The Impact of Cultural Expression as a Means of Resistance during the Transatlantic Slave-Trade
The Transatlantic Slave Trade, spanning four centuries, was a systematic and consistent form of suppression that still continues to affect generations of Africans located in different parts of the world. The United Nations observes this day as the International Day of Remembrance of the Victims of Slavery and Transatlantic Slave Trade. Today was also commemorated at the weekly DPI NGO briefing with passionate, gentle and articulate presentations by two speakers, and complex and enlightening responses from the audience.
Professor Sekou Konneh, senior lecturer at the Department of Sociology and Anthropology at the University of Liberia was the first to communicate the dangers of racism, and how the way in which we identify ourselves and each other can easily be potential harbingers of oppression and division. The ideology of being African is not a matter of biology but of perception, identity and belonging. The cultural expression during the period of slavery, that in many ways was misinterpreted by those who observed them, who were not of their culture, offered Africans resistance to their oppression at the time. Masking, dancing, singing and trading were some of the cultural expressions that enabled them to negotiate their way through multiple generations of oppression, passing on stories of culture, meaning and resilience to the younger generations that would then continue those stories. As the generations continue to pass, Professor Konneh identified that the spiritual connection with the homeland of the African continent and the concept of ‘home’ overall needs to be re-negotiated and given renewed meaning.

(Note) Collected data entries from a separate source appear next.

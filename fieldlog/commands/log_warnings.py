"""Log problems on stderr, for the commands that print something else on stdout.

``schedule``, ``lookahead``, ``report`` and ``history`` repeat every problem the log holds on
stderr, so a damaged file or a contradiction is never missed. A log with thousands of bad
entries once buried the schedule under thousands of lines; the first ten are now shown, then
one line that counts the rest and names the command that lists every one (``verify``).

The data is still printed, but a log with problems is a problem found: these commands then
exit 1, as ``verify`` does (exit 0 ok, 1 problem found, 2 bad input). A script that read the
schedule of a forged log used to see exit 0.
"""

from __future__ import annotations

import sys
from collections.abc import Iterable

from fieldlog.commands.arguments import EXIT_OK, EXIT_PROBLEM
from fieldlog.reports.words import count

SHOWN = 10
"""Problems shown in full before the rest are counted."""


def warn_log_problems(messages: Iterable[str], site: str) -> int:
    """``fieldlog: log: <message>`` on stderr for the first :data:`SHOWN`, then a count.

    Returns:
        The command's exit code: ``EXIT_PROBLEM`` when there was any problem, else ``EXIT_OK``.
    """
    rest = 0
    seen = 0
    for n, message in enumerate(messages):
        seen = n + 1
        if n < SHOWN:
            print(f"fieldlog: log: {message}", file=sys.stderr)
        else:
            rest += 1
    if rest:
        more = count(rest, "more log problem", "more log problems")
        print(
            f"fieldlog: log: and {more}: 'fieldlog verify {site}' lists every one",
            file=sys.stderr,
        )
    return EXIT_PROBLEM if seen else EXIT_OK
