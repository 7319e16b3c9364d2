"""``fieldlog demo``: the app on a scratch copy of the sample site, on a day that looks alive.

The sample site's log is fixed in time and the calendar is not, so the demo opens on the
working day after the sample's last logged day (and says so), not on this machine's date.
Nothing in the installed sample changes: the copy lives in a temporary folder, removed when the
app closes unless ``--keep`` is given.
"""

from __future__ import annotations

import argparse
import shutil
import sys
import tempfile
from datetime import date, timedelta
from pathlib import Path

from fieldlog.commands.arguments import iso_date, shift_day
from fieldlog.errors import SiteError

SAMPLE = "kestrel-yard"


def add_parser(sub: argparse._SubParsersAction) -> None:
    """Register ``fieldlog demo``."""
    p = sub.add_parser(
        "demo",
        help="try the app on a scratch copy of the sample site",
        description="Copy the sample site to a temporary folder and open the app on it, on the "
        "working day after the sample's last logged day. The copy is removed afterwards.",
    )
    p.add_argument(
        "--keep",
        action="store_true",
        help="keep the scratch copy when the app closes (its folder is printed)",
    )
    p.add_argument(
        "--today",
        type=iso_date,
        metavar="DATE",
        help="open on this day instead of the day after the sample's last log day",
    )
    p.add_argument(
        "--ascii",
        action="store_true",
        help="plain ASCII marks and no colour (see fieldlog open --ascii)",
    )
    p.set_defaults(run=run)


def sample_folder() -> Path:
    """The sample site: packaged with the wheel, or in the source tree of an editable install.

    Raises:
        SiteError: neither place has it.
    """
    here = Path(__file__).resolve().parent.parent
    for candidate in (here / "_sample_sites" / SAMPLE, here.parent / "sample_sites" / SAMPLE):
        if (candidate / "site.toml").is_file():
            return candidate
    raise SiteError(
        f"the sample site '{SAMPLE}' is not installed",
        file=here,
        fix="reinstall fieldlog (pip install --force-reinstall fieldlog)",
    )


def demo_day(folder: Path) -> tuple[date, date | None]:
    """The day the demo opens on, and the sample's last logged day (None for an empty log).

    The day after the last logged day, moved to the next working day of the site's default
    calendar; with an empty log, the first working day on or after the site start.
    """
    from fieldlog.engine.calendars import build_calendar
    from fieldlog.journal import read_journal
    from fieldlog.site.files import load_site
    from fieldlog.workspace import default_status_date

    site = load_site(folder)
    journal = read_journal(folder)
    last = journal.last_day
    after = default_status_date(site, journal) + timedelta(days=1)
    calendar = build_calendar(site.calendars[site.calendar], after, after + timedelta(days=400))
    return calendar.next_working(after), last


def copy_sample(into: Path) -> Path:
    """Copy the sample site into ``into``; returns the copy's folder."""
    target = into / SAMPLE
    shutil.copytree(sample_folder(), target, ignore=shutil.ignore_patterns("prints"))
    return target


def run(args: argparse.Namespace) -> int:
    """Copy, say which day and where, run the app, clean up."""
    from fieldlog.commands.open import open_site

    scratch = Path(tempfile.mkdtemp(prefix="fieldlog-demo-"))
    try:
        folder = copy_sample(scratch)
        day, last = demo_day(folder)
        if args.today is not None:
            day = shift_day(args.today, date.today())  # the machine's date, read at the edge
            why = "the day asked for"
        elif last is None:
            why = "the site's first working day (the sample log is empty)"
        else:
            why = f"the working day after the sample's last logged day, {last:%a %d %b %Y}"
        notice = f"Demo on a scratch copy, opened on {day:%a %d %b %Y}: {why}"
        # (the status line cuts this at the screen edge; the day comes first for that reason)
        print(f"fieldlog demo: scratch copy of the sample site at {folder}", file=sys.stderr)
        print(f"fieldlog demo: opening on {day:%a %d %b %Y}, {why}", file=sys.stderr)
        code = open_site(str(folder), day, notice=notice, plain=args.ascii)
    finally:
        if args.keep:
            print(f"fieldlog demo: the scratch copy is kept at {scratch}", file=sys.stderr)
        else:
            shutil.rmtree(scratch, ignore_errors=False)
    return code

Dr Marcia Burrowes holds the positions of Coordinator and Lecturer in Cultural Studies at the University of the West India in Barbados. Interested in researching the African Continuum in the Caribbean as manifested in the performance culture, she is particularly interested in migration and Diaspora studies. Dr Burrowes discussed the process of ‘the making of a culture’ and “hybridisation” where the ways of multiple and diverse tribes found common ground as they created a collective oneness. Language, religion and song were key means of expression in the fight against slavery. As the slave ‘owners’ endeavoured to suppress their cultural expression, the Africans would adapt and adjust their forms of expression finding ways to live it out. For example, when all musical instruments were removed from, ordinary objects became the means for making music. Mask making enabled Africans to identify and affirm their relationship with the spirit world and show reverence to their ancestors and the spirit world through dance and song.

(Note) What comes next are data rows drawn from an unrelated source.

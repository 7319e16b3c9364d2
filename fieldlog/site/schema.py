"""Build a validated :class:`~fieldlog.site.model.Site` from the parsed site.toml and schedule.toml.

Validation happens here, at the boundary, so the engine can trust what it gets. Every mistake a
user can make becomes a :class:`~fieldlog.errors.SiteError` naming the file, the line when it can
be found, the activity id and the fix. Unknown keys are refused: a typo such as ``durtion`` must
never be silently ignored on a legal record.
"""

from __future__ import annotations

import re
from collections.abc import Callable
from datetime import date, datetime
from functools import partial
from types import MappingProxyType
from typing import Any, Literal, overload

from fieldlog import bounds
from fieldlog.engine.topology import LinkEnds, ends_at, link_ends, topological_order
from fieldlog.errors import DependencyLoopError, OutOfBounds
from fieldlog.site.bulk import (
    ACTIVITY_KEYS,
    ID_PATTERN,
    LINK_KEYS,
    LINK_TYPES,
    NO_CREW,
    bulk_schedule,
)
from fieldlog.site.model import (
    WEEKDAY_NAMES,
    Activity,
    CalendarSpec,
    Crew,
    LagCalendar,
    Link,
    Site,
)
from fieldlog.site.toml_file import SITE_FILE, Line, TomlFile

MAX_LAG = bounds.MAX_DAYS
"""Largest lag or lead accepted, in working days (about 14 years): beyond it is a typo."""


_SITE_KEYS = {"name", "start", "finish_by", "calendar", "progress_override", "lag_calendar"}
_CALENDAR_KEYS = {"workdays", "holidays", "public_holidays"}
_CREW_KEYS = {"available"}
_ACTIVITY_KEYS = set(ACTIVITY_KEYS)
_LINK_KEYS = set(LINK_KEYS)
_ID_PATTERN = ID_PATTERN
_LINK_TYPES = LINK_TYPES
_DATE_KEYS = ("start_not_before", "finish_not_after")
_NO_CREW = NO_CREW

# A valid schedule is built by fieldlog.site.bulk, a column at a time. The per-activity checks
# below run only when it has a doubt, and word the first mistake in the file exactly.


def build_site(site_file: TomlFile, schedule_file: TomlFile) -> Site:
    """Validate two parsed files and build the :class:`Site`."""
    return build_site_and_ends(site_file, schedule_file)[0]
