"""``fieldlog schedule SITE``: every activity's dates and floats as of a status date."""

from __future__ import annotations

import argparse
import sys

from fieldlog.commands.arguments import iso_date
from fieldlog.commands.log_warnings import warn_log_problems
from fieldlog.reports.schedule_sheet import FORMATS, render_schedule
from fieldlog.workspace import load_state


def add_parser(sub: argparse._SubParsersAction) -> None:
    """Register ``fieldlog schedule``."""
    p = sub.add_parser(
        "schedule",
        help="dates and floats of every activity (the float list)",
        description="Recompute the critical path from the field log and print "
        "every activity's early/late dates and floats.",
    )
    p.add_argument("site", help="the site folder")
    p.add_argument(
        "--as-of",
        type=iso_date,
        metavar="DATE",
        help="status date, end of day (default: last day with log entries)",
    )
    p.add_argument("--format", choices=FORMATS, default="text")
    p.set_defaults(run=run)


def run(args: argparse.Namespace) -> int:
    """Print the schedule on stdout; out-of-sequence and log problems go to stderr."""
    state = load_state(args.site, args.as_of)
    sys.stdout.write(render_schedule(state.schedule, args.format))
    for oos in state.schedule.out_of_sequence:
        print(f"fieldlog: out of sequence: {oos.describe()}", file=sys.stderr)
    return warn_log_problems((p.message for p in state.replay.problems), args.site)
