"""``fieldlog open SITE``: the end-of-shift app (Textual) for one site folder.

The site is loaded before the terminal is taken over, so a site with errors fails exactly as
every other command does: one line on stderr naming file, line, activity and fix, exit code 2.
Textual is imported only inside :func:`run`, so the other commands start without it.
"""

from __future__ import annotations

import argparse
from datetime import date

from fieldlog.cli import iso_date, shift_day


def add_parser(sub: argparse._SubParsersAction) -> None:
    """Register ``fieldlog open``."""
    p = sub.add_parser(
        "open", help="the end-of-shift app: record the day, see float and the lookahead",
        description="Open the keyboard-driven app on a site folder: record what happened "
        "today (every key writes the log at once), see the float and the two-week lookahead "
        "change, correct past entries, sync with the office. Press ? in the app for every key.")
    p.add_argument("site", help="the site folder")
    p.add_argument("--today", type=iso_date, metavar="DATE",
                   help="the shift to record (default: this machine's date)")
    p.set_defaults(run=run)


def run(args: argparse.Namespace) -> int:
    """Load the site (errors exit 2 before the screen changes), then run the app."""
    # The one place the app's "today" is read from the clock.
    today = shift_day(args.today, date.today())
    return open_site(args.site, today)


def open_site(folder: str, today: date, notice: str = "") -> int:
    """Load ``folder`` as of the end of ``today`` and run the app on it until the user leaves.

    Raises:
        FieldlogError: the site cannot be loaded (the CLI prints it and exits 2).
    """
    from fieldlog.app.session import SiteSession

    session = SiteSession(folder, today)
    session.load()

    from fieldlog.app.app import make_app  # Textual from here on

    make_app(folder, today, session=session, notice=notice).run()
    return 0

The Audience. The process of dehumanising people does not necessarily cross national borders. As articulated by an African audience member today, after the Civil War, when Africans went home to the Continent, they felt themselves superior to the tribal Africans who had remained on the continent. The newly returned Africans had learned skills and abilities during their time of slavery. This difference created disharmony and dissension among the African people, the results of which continue to day. Wherever we may be from, as soon as we make someone ‘other’ to us, we can do what we like to them without feeling accountable. This attitude of ‘othering’ has helped produced the world of division we live in today.

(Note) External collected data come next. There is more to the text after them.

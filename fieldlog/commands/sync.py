"""``fieldlog sync SITE TARGET``: journal files both ways, the office's newer schedule in.

The summary goes to stdout; progress on long transfers and diagnostics go to stderr. Exit 0
when both sides are whole, 1 when conflicts, refused files or schedule problems need a person,
2 for bad input (a site that does not load, a target that does not exist) or an interrupted
copy (both folders stay valid; run the same command again to finish).
"""

from __future__ import annotations

import argparse
import sys
import time
from datetime import datetime
from pathlib import Path

from fieldlog.errors import SyncError
from fieldlog.sync import SyncOptions, sync_site
from fieldlog.sync.git_remote import is_git_target, parse_remote
from fieldlog.sync.state import SyncRecord, save_record
from fieldlog.sync.summary import render_json, render_text

PROGRESS_MIN_FILES = 25
"""Show progress only when at least this many files are copied."""
PROGRESS_EVERY_S = 1.0


def add_parser(sub: argparse._SubParsersAction) -> None:
    """Register ``fieldlog sync``."""
    p = sub.add_parser(
        "sync",
        help="exchange journal files and schedule revisions with the office folder",
        description="Copy this site's journal files to TARGET (the office folder, a USB stick or "
        "a cloud-synced folder), bring back other devices' journal files, and bring in a newer "
        "office schedule revision. Nothing is overwritten or lost: differing copies are kept "
        "side by side and reported.",
    )
    p.add_argument("site", help="the site folder on this device")
    p.add_argument(
        "target",
        help="the office's folder for this site (created from the site "
        "when empty), or a git repository: git+file:///srv/jobs.git, git+ssh://..., "
        "git+https://... (one branch per site)",
    )
    p.add_argument(
        "--office",
        action="store_true",
        help="with a git target: SITE is the office's copy, whose newer schedule "
        "revisions go to the branch",
    )
    p.add_argument("--format", choices=("text", "json"), default="text")
    p.set_defaults(run=run)


class _ProgressLine:
    """Prints ``copied n of N files`` on stderr at most once a second for long transfers."""

    def __init__(self) -> None:
        self.last = time.monotonic()
        self.shown = False

    def __call__(self, done: int, total: int, copied_bytes: int) -> None:
        if total < PROGRESS_MIN_FILES:
            return
        now = time.monotonic()
        if now - self.last >= PROGRESS_EVERY_S or (done == total and self.shown):
            self.last, self.shown = now, True
            print(
                f"fieldlog: sync: copied {done} of {total} files ({copied_bytes / 1048576:.1f} MB)",
                file=sys.stderr,
                flush=True,
            )


def run(args: argparse.Namespace) -> int:
    """Sync, print the summary, remember the sync in this device's data folder."""
    site = Path(args.site)
    options = SyncOptions(progress=_ProgressLine(), now=time.time())
    target: Path | str
    if is_git_target(args.target):
        from fieldlog.sync.git_transport import sync_git

        remote = parse_remote(args.target)
        target = remote.shown
        result = sync_git(site, remote, options, office=args.office)
        summary = result.summary
        pushed = f"pushed {result.pushed[:12]}" if result.pushed else "nothing to push"
        print(
            f"fieldlog: sync: git branch {result.branch}: {pushed} (attempt {result.attempts})",
            file=sys.stderr,
        )
        if args.office:
            print(
                "fieldlog: sync: office copy: in the summary the 'site' is the branch and "
                "the 'target' is this folder",
                file=sys.stderr,
            )
    elif args.office:
        raise SyncError(
            "--office goes with a git target", fix="sync an office folder as the TARGET instead"
        )
    else:
        target = Path(args.target)
        summary = sync_site(site, target, options)
    sys.stdout.write(render_json(summary) if args.format == "json" else render_text(summary))
    if summary.has_problems:
        print(
            f"fieldlog: sync: {len(summary.conflicts)} conflicts, {len(summary.refused)} "
            f"refused files, {len(summary.restored)} restored, {len(summary.lost)} lost, "
            f"{len(summary.receipt_problems)} receipt problems; see the summary",
            file=sys.stderr,
        )
    record = SyncRecord.of(
        site, target, summary, datetime.now().astimezone().replace(microsecond=0)
    )
    try:
        save_record(record)
    except SyncError as exc:  # the sync itself is complete; only the receipt is missing
        print(f"fieldlog: warning: {exc.message}", file=sys.stderr)
    return summary.exit_code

We understand that the identity of all living beings is first and foremost spiritual. Other identities of language, culture, religion and nation are transient and can change even in one lifetime. However, it is through these identities that people find meaning in life’s events. It is through these identities that people also express their innate qualities, inherent creativity and perform acts of belonging while finding ways of withstanding acts of violence, whether overt or covert, being committed against them. Identity is complex. The problem is that ideologies of hate easily reduce people, who are complex, creative and multidimensional, into singular simple strands of identity that can designate people as something ‘other’, making it easy to dehumanise them. The philosophy of Raja Yoga is that the identity of each person is identical. Each of us are spiritual beings of conscious light energy who live in physical bodies and express ourselves through the social world. When we understand our sameness, while celebrating humanities multiple forms of expression, we will see the real possibility of peace and begin indeed to live it.